Another way to look at this: The velocity of an acoustic wave is 340m/s and you need to resolve 1mm which is 0.001m/340m = 2.9us, while the minimum Tburst for the TCT40-16R/T is 200us. The accepted range resolution of a pulsed radar or sonar is [Pwidth x V]/2 or 34mm given the minimum Tburst. As others have pointed out the period of 40kHz is 25us which again much longer than the required 2.9us resolution.
++++++++++++++++++
There are low cost linear optical encoders that can resolve 20um. This would give a self calibrating 0 paper height when the roller was against the platen and then could measure the actual paper thickness if this is of use, it would definitely detect multiple sheets. Being self calibrating and optical it should prove reliable.
A lower cost solution may be to use a rotary optical encoder. If the roller wheel was on a arm 25.4mm long a 360 degree arc would be 2Pi x 25.4mm = 160mm thus a 1mm sheet would rotate the encoder about 1/160 * 360 or about 2.25 degrees. A low cost encoder with only 256 pulses per turn can resolve 1.4 degrees over the small range you require.
The approximation assumes the arm is nearly parallel with the paper and is used over a small range. Once a real geometry is laid out tan(θ)= paper/arm with θ corrected for the actual starting angle will improve the estimate.
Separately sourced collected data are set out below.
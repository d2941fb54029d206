// Parse.cpp - Stage 1 entry point: validates the bytes, runs the ANTLR lexer and parser,
// guards against input that would recurse too deeply, then hands over to BuildAST.
#include "Parse.h"

#include "ParseInternal.h"

#include <sstream>

namespace saltpan {

using grammar::SaltpanLexer;
using grammar::SaltpanParser;

namespace {

// Input that nests deeper than any real spec would only exhaust the parser's stack.
constexpr int maxBracketDepth = 64;
constexpr int maxPrefixOperators = 256;
constexpr int maxTokensPerClause = 4000;

bool startsClause(size_t type) {
  switch (type) {
  case SaltpanLexer::IF:
  case SaltpanLexer::THEN:
  case SaltpanLexer::ELSE:
  case SaltpanLexer::AND:
  case SaltpanLexer::OR:
  case SaltpanLexer::NOT:
  case SaltpanLexer::IN:
  case SaltpanLexer::OUT:
    return false;
  default:
    return type >= SaltpanLexer::MODEL && type <= SaltpanLexer::SOURCE;
  }
}

bool checkLimits(const SourceFile &file, antlr4::CommonTokenStream &tokens, DiagnosticEngine &diags) {
  int depth = 0, prefix = 0, clause = 0;
  size_t prevType = 0;
  std::string prevText;
  for (antlr4::Token *t : tokens.getTokens()) {
    if (t->getChannel() != antlr4::Token::DEFAULT_CHANNEL)
      continue;
    std::string text = t->getText();
    size_t type = t->getType();
    if (startsClause(type) || text == "{" || text == "}") {
      prefix = 0;
      clause = 0;
    }
    if (text == "(" || text == "[" || text == "{")
      ++depth;
    else if (text == ")" || text == "]" || text == "}")
      depth = std::max(0, depth - 1);
    // Only operators that nest (prefix signs, 'not', 'if', '^') deepen the parser's recursion;
    // a long flat sum does not.
    bool afterOperand = prevType == SaltpanLexer::NUMBER || prevType == SaltpanLexer::IDENT || prevText == ")" ||
                        prevText == "]" || prevType == SaltpanLexer::UNIT_DIV || prevType == SaltpanLexer::UNIT_MUL ||
                        prevType == SaltpanLexer::UNIT_POW || prevType == SaltpanLexer::IN ||
                        prevType == SaltpanLexer::OUT;
    if (((text == "-" || text == "+") && !afterOperand) || text == "^" || type == SaltpanLexer::NOT ||
        type == SaltpanLexer::IF)
      ++prefix;
    prevType = type;
    prevText = text;
    ++clause;
    const char *problem = nullptr;
    if (depth > maxBracketDepth)
      problem = "brackets are nested too deeply (more than 64 levels)";
    else if (prefix > maxPrefixOperators)
      problem = "expression has too many nested operators (more than 256)";
    else if (clause > maxTokensPerClause)
      problem = "expression is too long (more than 4000 tokens)";
    if (problem) {
      diags.error(parsing::tokenRange(file, t), problem);
      return false;
    }
  }
  return true;
}

} // namespace

std::unique_ptr<ast::Module> parse(const SourceFile &file, DiagnosticEngine &diags) {
  // ANTLR's input stream throws on invalid UTF-8, so check the bytes first.
  if (auto bad = findInvalidUtf8(file.text())) {
    SourceLoc loc = file.locAtOffset(static_cast<uint32_t>(*bad));
    char hex[8];
    std::snprintf(hex, sizeof hex, "0x%02X", static_cast<unsigned char>(file.text()[*bad]));
    auto &d = diags.error({loc, loc}, std::string("file is not valid UTF-8 text (byte ") + hex + ")");
    DiagnosticEngine::note(d, {}, "saltpan specs are UTF-8 text files; is this a binary file?");
    return nullptr;
  }
  antlr4::ANTLRInputStream input(file.text());
  SaltpanLexer lexer(&input);
  lexer.removeErrorListeners();
  antlr4::CommonTokenStream tokens(&lexer);
  tokens.fill();
  if (!checkLimits(file, tokens, diags))
    return nullptr;

  SaltpanParser parser(&tokens);
  parser.removeErrorListeners();
  parsing::SyntaxErrorListener listener(file, diags);
  parser.addErrorListener(&listener);
  SaltpanParser::SpecContext *spec = parser.spec();
  if (listener.count() > 0)
    return nullptr;
  return parsing::buildModule(spec, tokens, file, diags);
}

std::string dumpTokens(const SourceFile &file) {
  std::ostringstream out;
  if (findInvalidUtf8(file.text()))
    return "";
  antlr4::ANTLRInputStream input(file.text());
  SaltpanLexer lexer(&input);
  lexer.removeErrorListeners();
  antlr4::CommonTokenStream tokens(&lexer);
  tokens.fill();
  for (antlr4::Token *t : tokens.getTokens()) {
    auto range = parsing::tokenRange(file, t);
    out << range.begin.line << ":" << range.begin.column << " "
        << parsing::tokenName(lexer.getVocabulary(), t->getType());
    if (t->getType() != antlr4::Token::EOF)
      out << " '" << t->getText() << "'";
    out << "\n";
  }
  return out.str();
}

} // namespace saltpan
They look and mount like a potentiometer. A Bourns ENC1J-D28-L00256L is an example. With its two channel quadrature output it actually has 512 pulses per turn and can report whether a step is up or down. (need a accurate end of paper detector?)
+++++++++++++++++++
An approach I have seen used but I do not find reliable is the Sharp optical paper tray sensors. They are ok for paper/not paper but are paper brightness dependent when used for your application. Here is one we have used: GP2A200LCS0
Taken from the data sheet:
GP2A200LCS0F Series are OPIC output, reflective
photo-interrupters with emitter and detector facing the
same direction in a molding that provides non-contact
sensing.
The emitter and detector are set at angles to each other. They are designed to distinguish between light and dark but due to the angle they are fairly distance sensitive. With a distance of 2.5mm it works well in our application but I do not trust it. I do not know what performance you would see with a 1mm step.